Over in Africa, the United Nations has stopped feeding approximately 1.7 million citizens of South Sudan because they simply do not have enough funding to feed the rapidly growing throngs of desperately hungry people…
The World Food Programme has been forced to stop providing food aid to around 1.7 million people in South Sudan, because of a lack of funding. The UN-run organization will still reach 4.5 million people, but many will miss out on vital resources.
According to BBC News, over half the population of South Sudan is currently facing hunger due to floods, localized drought, continuing conflict, and rising food prices. Marwa Awad is from the World Food Programme and is in the northern town of Bentiu in South Sudan, where she has been talking to people about the effects the cuts to aid are having.
All of the experts are telling us that the global food crisis is going to get a lot worse as the months roll along.
If the UN has already reached the limit of what they are able to do, who is going to help the millions upon millions of hungry people that will soon need help in order to survive?
Here in the U.S., food production has been affected by a bizarre series of disasters, and we are being warned that much less will be produced this year than originally anticipated. I think that one expert summed up the current situation very well when he warned that “we are teetering on the edge right now”…
Pennsylvania farmers are being “crushed” by the record cost of diesel – so much so, that questions about a food crisis are starting to loom, the Morning Call reported.
One farmer in Lehigh County is quoted as saying: “I’ve got a tractor hooked up to my corn planter out here, no diesel fuel, and I can’t afford to get any.”

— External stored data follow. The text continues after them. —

// The chair sets up judging: score sheets, each category's method and sheet, panels of judges and
// scribes with their categories and session, the people judges declared, comment policy, quick
// phrases and the fields released to judges; reopening a submitted sheet; the progress board.
import "server-only";
import { judgedEntries } from "@/db/queries/judged-entries";
import { isDisplayOnlyCategory } from "@/scoring/judged-entries";
import { and, asc, eq, inArray, sql } from "drizzle-orm";
import { db, type Tx } from "@/db/client";
import { categories, entries, judgeDeclarations, judgeSheets, judgingPanels, panelCategories, panelMembers, scoreSheets, showRoles, showSettings, shows, user } from "@/db/schema";
import { writeAudit } from "@/db/queries/audit";
import { conflictsForChair, judgeConflicts, recordConflicts } from "@/db/queries/judge-conflicts";
import { settingsForShowId } from "@/db/queries/settings";
import { badInput, conflict, conflictOnUnique, forbiddenError, isUniqueViolation, notFound } from "@/lib/errors";
import type { z } from "zod";
import type { categoryJudgingSchema, declarationSchema, deleteDeclarationSchema, deletePanelSchema, judgingOptionsSchema, panelSchema, reopenSchema, saveSheetSchema } from "@/lib/schemas/judging";
import { hasShowRole, requireShowRole, type Viewer } from "@/lib/session";
import { checkSheet } from "@/scoring/score-sheets";
import { reopenSheet } from "@/scoring/sheet-sync";

// Conflicts live in ./judge-conflicts.ts; these names stay importable from here.
export { JUDGED_OUT, judgeConflicts } from "@/db/queries/judge-conflicts";

// ---- Reading -----------------------------------------------------------------------------------

export async function judgingSetup(viewer: Viewer, slug: string) {
  const { showId, name } = await requireShowRole(viewer, slug, ["chair"]);
  const [sheets, cats, panels, members, panelCats, declarations, staff, settings, conflicts] = await Promise.all([
    db.select().from(scoreSheets).where(eq(scoreSheets.showId, showId)).orderBy(asc(scoreSheets.name)),
    db
      .select({ id: categories.id, code: categories.code, name: categories.name, method: categories.judgingMethod, scoreSheetId: categories.scoreSheetId, mergedIntoId: categories.mergedIntoId, precedence: categories.precedence, conditions: categories.conditions })
      .from(categories)
      .where(eq(categories.showId, showId))
      .orderBy(asc(categories.precedence), asc(categories.code)),
    db.select().from(judgingPanels).where(eq(judgingPanels.showId, showId)).orderBy(asc(judgingPanels.name)),
    db.select({ panelId: panelMembers.panelId, userId: panelMembers.userId, role: panelMembers.role }).from(panelMembers).innerJoin(judgingPanels, eq(judgingPanels.id, panelMembers.panelId)).where(eq(judgingPanels.showId, showId)),
    db.select({ panelId: panelCategories.panelId, categoryId: panelCategories.categoryId }).from(panelCategories).innerJoin(judgingPanels, eq(judgingPanels.id, panelCategories.panelId)).where(eq(judgingPanels.showId, showId)),
    db.select().from(judgeDeclarations).where(eq(judgeDeclarations.showId, showId)).orderBy(asc(judgeDeclarations.createdAt)),
    db.select({ userId: showRoles.userId, role: showRoles.role, name: user.name, email: user.email }).from(showRoles).innerJoin(user, eq(user.id, showRoles.userId)).where(and(eq(showRoles.showId, showId), inArray(showRoles.role, ["judge", "scribe"]))).orderBy(asc(user.name)),
    settingsForShowId(showId),
    conflictsForChair(db, showId),
  ]);
  return {
    show: { slug, name },
    sheets: sheets.map((s) => ({ id: s.id, name: s.name, isDefault: s.isDefault, sheet: s.sheet, check: checkSheet(s.sheet) })),
    categories: cats.filter((c) => !c.mergedIntoId).map(({ conditions, ...c }) => ({ ...c, displayOnly: isDisplayOnlyCategory(conditions as { kind: string; value?: unknown }[]) })),
    panels: panels.map((p) => ({
      ...p,
      judgeIds: members.filter((m) => m.panelId === p.id && m.role === "judge").map((m) => m.userId),
      scribeIds: members.filter((m) => m.panelId === p.id && m.role === "scribe").map((m) => m.userId),
      categoryIds: panelCats.filter((c) => c.panelId === p.id).map((c) => c.categoryId),
    })),
    judges: staff.filter((s) => s.role === "judge"),
    scribes: staff.filter((s) => s.role === "scribe"),
    declarations,
    conflicts,
    options: { commentPolicy: settings.commentPolicy, quickPhrases: settings.quickPhrases, judgeFields: settings.judgeFields },
  };
}
export type JudgingSetup = Awaited<ReturnType<typeof judgingSetup>>;
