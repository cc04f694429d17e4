"use client";
// Which columns the chair chose to see, kept in this browser's localStorage. Read through
// useSyncExternalStore so the server render and the first client render agree.
import { useCallback, useMemo, useSyncExternalStore } from "react";

const KEY = "ribbonry:chair-entries:columns";
const listeners = new Set<() => void>();

function subscribe(onChange: () => void) {
  listeners.add(onChange);
  window.addEventListener("storage", onChange);
  return () => {
    listeners.delete(onChange);
    window.removeEventListener("storage", onChange);
  };
}

const read = () => {
  try {
    return window.localStorage.getItem(KEY);
  } catch {
    return null; // storage blocked: fall back to the defaults
  }
};

export function useColumnVisibility(defaults: Record<string, boolean>) {
  const raw = useSyncExternalStore(subscribe, read, () => null);
  const visibility = useMemo<Record<string, boolean>>(() => {
    if (!raw) return defaults;
    try {
      const saved = JSON.parse(raw) as Record<string, unknown>;
      return Object.fromEntries(Object.entries(defaults).map(([k, v]) => [k, typeof saved[k] === "boolean" ? (saved[k] as boolean) : v]));
    } catch {
      return defaults;
    }
  }, [raw, defaults]);
  const setVisibility = useCallback(
    (next: Record<string, boolean> | ((prev: Record<string, boolean>) => Record<string, boolean>)) => {
      const value = typeof next === "function" ? next(visibility) : next;
      try {
        window.localStorage.setItem(KEY, JSON.stringify(value));
      } catch {
        // Storage full or blocked: the defaults stay.
      }
      listeners.forEach((l) => l());
    },
    [visibility],
  );
  return [visibility, setVisibility] as const;
}
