describe("statistics against simple-statistics (fast-check)", () => {
  it("mean, median, spread and sample SD", () => {
    fc.assert(fc.property(fc.array(total, { minLength: 1, maxLength: 9 }), (xs) => {
      const s = summariseScores(xs);
      expect(s.mean!).toBeCloseTo(ss.mean(xs), 9);
      expect(s.median!).toBeCloseTo(ss.median(xs), 9);
      expect(s.spread!).toBeCloseTo(ss.max(xs) - ss.min(xs), 9);
      if (xs.length < 2) expect(s.sampleSd).toBeNull();
      else expect(s.sampleSd!).toBeCloseTo(ss.sampleStandardDeviation(xs), 9);
    }), { numRuns: 1_000 });
  });

  it.each(["population", "sample"] as const)("severity-adjusted z-scores with the %s SD", (sd) => {
    const sdOf = sd === "population" ? ss.standardDeviation : ss.sampleStandardDeviation;
    fc.assert(fc.property(judging, (sheets) => {
      const result = severityAdjusted(sheets, { sd });
      for (const entry of result.entries) {
        const zs = entry.byJudge.map(({ judgeId, z }) => {
          const mine = sheets.filter((s) => s.judgeId === judgeId).map((s) => s.total);
          const x = sheets.find((s) => s.judgeId === judgeId && s.entryId === entry.entryId)!.total;
          const spread = mine.length < 2 ? 0 : sdOf(mine);
          const expected = spread === 0 ? 0 : ss.zScore(x, ss.mean(mine), spread);
          expect(z).toBeCloseTo(expected, 9);
          return expected;
        });
        expect(entry.z).toBeCloseTo(ss.mean(zs), 9);
      }
      // Within one judge the z-scores average 0.
      for (const j of result.judges) {
        if (j.flat) continue;
        const zs = result.entries.flatMap((e) => e.byJudge.filter((b) => b.judgeId === j.judgeId).map((b) => b.z));
        expect(ss.mean(zs)).toBeCloseTo(0, 9);
      }
    }), { numRuns: 500 });
  });
});
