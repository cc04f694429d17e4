// An entry's history from the audit log: who did what, when (in the show's zone), before → after.
import { History } from "lucide-react";
import { formatDateTime, isoDateTime } from "@/components/format/dates";
import { entryStatusInfo } from "@/components/entries/entry-status";
import { EmptyState } from "@/components/ui/empty-state";

export type HistoryItem = {
  id: number;
  action: string;
  at: Date;
  actorName: string | null;
  before: Record<string, unknown> | null;
  after: Record<string, unknown> | null;
};

const ACTION_LABELS: Record<string, string> = {
  "entry.accepted": "Accepted",
  "entry.declined": "Declined",
  "entry.paid_offline": "Marked paid offline",
  "entry.decision_released": "Decision released to the entrant",
  "entry.withdrawn": "Withdrawn",
};

const FIELD_LABELS: Record<string, string> = {
  status: "Status",
  decisionReason: "Reason",
  paidAt: "Paid",
  paymentReference: "Payment reference",
  decisionReleasedAt: "Released",
  reason: "Reason",
  refundCents: "Refund (cents)",
  withdrawnBy: "Withdrawn by",
};

function show(key: string, value: unknown, timeZone: string): string {
  if (value === null || value === undefined || value === "") return "—";
  if (key === "status") return entryStatusInfo(String(value)).label;
  if (key.endsWith("At")) return formatDateTime(String(value), timeZone) ?? String(value);
  return typeof value === "string" ? value : JSON.stringify(value);
}

/** The fields that changed, in the order they were written. */
function changes(before: Record<string, unknown> | null, after: Record<string, unknown> | null) {
  const keys = [...new Set([...Object.keys(after ?? {}), ...Object.keys(before ?? {})])];
  return keys.filter((k) => JSON.stringify(before?.[k] ?? null) !== JSON.stringify(after?.[k] ?? null));
}

export function EntryHistory({ items, timeZone }: { items: HistoryItem[]; timeZone: string }) {
  if (items.length === 0) {
    return (
      <EmptyState icon={History} title="No changes recorded yet">
        Decisions, payments and check-ins appear here as they happen.
      </EmptyState>
    );
  }
  return (
    <ol className="space-y-4">
      {items.map((h) => (
        <li key={h.id} className="border-l-4 border-line pl-4">
          <p className="font-semibold">{ACTION_LABELS[h.action] ?? h.action}</p>
          <p className="text-sm text-ink-muted">
            <time dateTime={isoDateTime(h.at)}>{formatDateTime(h.at, timeZone)}</time> · {h.actorName ?? "The system"}
          </p>
          <ul className="mt-1 space-y-0.5">
            {changes(h.before, h.after).map((k) => (
              <li key={k}>
                <span className="text-ink-muted">{FIELD_LABELS[k] ?? k}:</span> {show(k, h.before?.[k], timeZone)} → {show(k, h.after?.[k], timeZone)}
              </li>
            ))}
          </ul>
        </li>
      ))}
    </ol>
  );
}
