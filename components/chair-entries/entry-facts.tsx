// The facts of one entry for the chair, as a definition list: sizes in both units, makers,
// quilting, pattern credit, statement, value and sale price.
import type { ReactNode } from "react";
import { DIVISION_LABELS, QUILTING_METHOD_LABELS, labelOf } from "@/components/entries/labels";
import { formatDateTime } from "@/components/format/dates";
import { formatSize, formatInches } from "@/scoring/units";
import { categoryText, type CategoryOfEntry } from "@/lib/category-text";

export type EntryFacts = CategoryOfEntry & {
  widthUm: number;
  lengthUm: number;
  sizeUnit: string;
  techniques: string[];
  madeBy: string[];
  quiltedBy: string;
  quiltedForHire: boolean;
  quiltingMethod: string;
  patternSource: string;
  patternName: string;
  patternDesigner: string;
  statement: string;
  declaredValueCents: number;
  forSale: boolean;
  priceCents: number | null;
  division: string;
  youthAge: number | null;
  judged: boolean;
  critiqueRequested: boolean;
  waitlisted: boolean;
  submittedAt: Date | null;
  decisionReason: string;
  decisionReleasedAt: Date | null;
};

function Row({ term, children }: { term: string; children: ReactNode }) {
  return (
    <div className="grid gap-1 py-2 sm:grid-cols-[12rem_1fr]">
      <dt className="font-medium text-ink-muted">{term}</dt>
      <dd className="min-w-0 break-words">{children}</dd>
    </div>
  );
}

function patternCredit(e: EntryFacts): string {
  if (e.patternSource === "original") return "Original design";
  const credit = [e.patternName || "Unnamed pattern", e.patternDesigner && `designed by ${e.patternDesigner}`].filter(Boolean).join(", ");
  return `From a pattern: ${credit}`;
}

export function EntryFactList({ entry: e, money, timeZone, juried }: { entry: EntryFacts; money: (cents: number) => string; timeZone: string; juried: boolean }) {
  return (
    <dl className="divide-y divide-line">
      <Row term="Category">{categoryText(e)}</Row>
      <Row term="Size">
        {formatSize(e.widthUm, e.lengthUm)}
        <span className="block text-sm text-ink-muted">
          Perimeter {formatInches(2 * (e.widthUm + e.lengthUm))}; typed in {e.sizeUnit === "cm" ? "centimetres" : "inches"}
        </span>
      </Row>
      <Row term="Division">
        {labelOf(DIVISION_LABELS, e.division)}
        {e.youthAge !== null ? ` (age ${e.youthAge})` : ""} · {e.judged ? "Judged" : "Display only"}
        {e.critiqueRequested ? " · Critique requested" : ""}
      </Row>
      <Row term="Techniques">{e.techniques.length ? e.techniques.join(", ") : "—"}</Row>
      <Row term="Made by">{e.madeBy.length ? e.madeBy.join(", ") : "—"}</Row>
      <Row term="Quilting">
        {labelOf(QUILTING_METHOD_LABELS, e.quiltingMethod)}
        {e.quiltedBy ? ` by ${e.quiltedBy}` : ""}
        {e.quiltedForHire ? " (quilted for hire)" : ""}
      </Row>
      <Row term="Pattern credit">{patternCredit(e)}</Row>
      <Row term="Statement">{e.statement ? <span className="whitespace-pre-line">{e.statement}</span> : "—"}</Row>
      <Row term="Declared value">{money(e.declaredValueCents)}</Row>
      <Row term="For sale">{e.forSale ? (e.priceCents !== null ? money(e.priceCents) : "Yes, no price given") : "Not for sale"}</Row>
      <Row term="Submitted">{formatDateTime(e.submittedAt, timeZone) ?? "—"}{e.waitlisted ? " · on the waiting list" : ""}</Row>
      {e.decisionReason ? <Row term="Reason given">{e.decisionReason}</Row> : null}
      {juried ? <Row term="Decision released">{formatDateTime(e.decisionReleasedAt, timeZone) ?? "Not yet"}</Row> : null}
    </dl>
  );
}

That farmer was airing his gripes to Kyle Kotzmoyer, a legislative affairs specialist for the Pennsylvania Farm Bureau. Kotzmoyer then turned around and testified to state lawmakers: “We have reached that point to where it is very close to being a sinking ship. We are teetering on the edge right now.”
If we eventually get to a point where food prices spiral completely out of control and there are widespread shortages, do you think that those living in our core urban areas will respond with grace and patience?
Of course not.
Instead, people will go absolutely nuts.
We got a small preview of what is to come during the Arab Spring of 2011. There were serious food shortages around the world that year, and that resulted in tremendous civil unrest.
Here in the United States, most people do not have large amounts of food stored up, and that is especially true in our largest cities.
So we better hope that the rapidly growing global food crisis does not affect us too severely, because the truth is that we are definitely not equipped to handle such a scenario.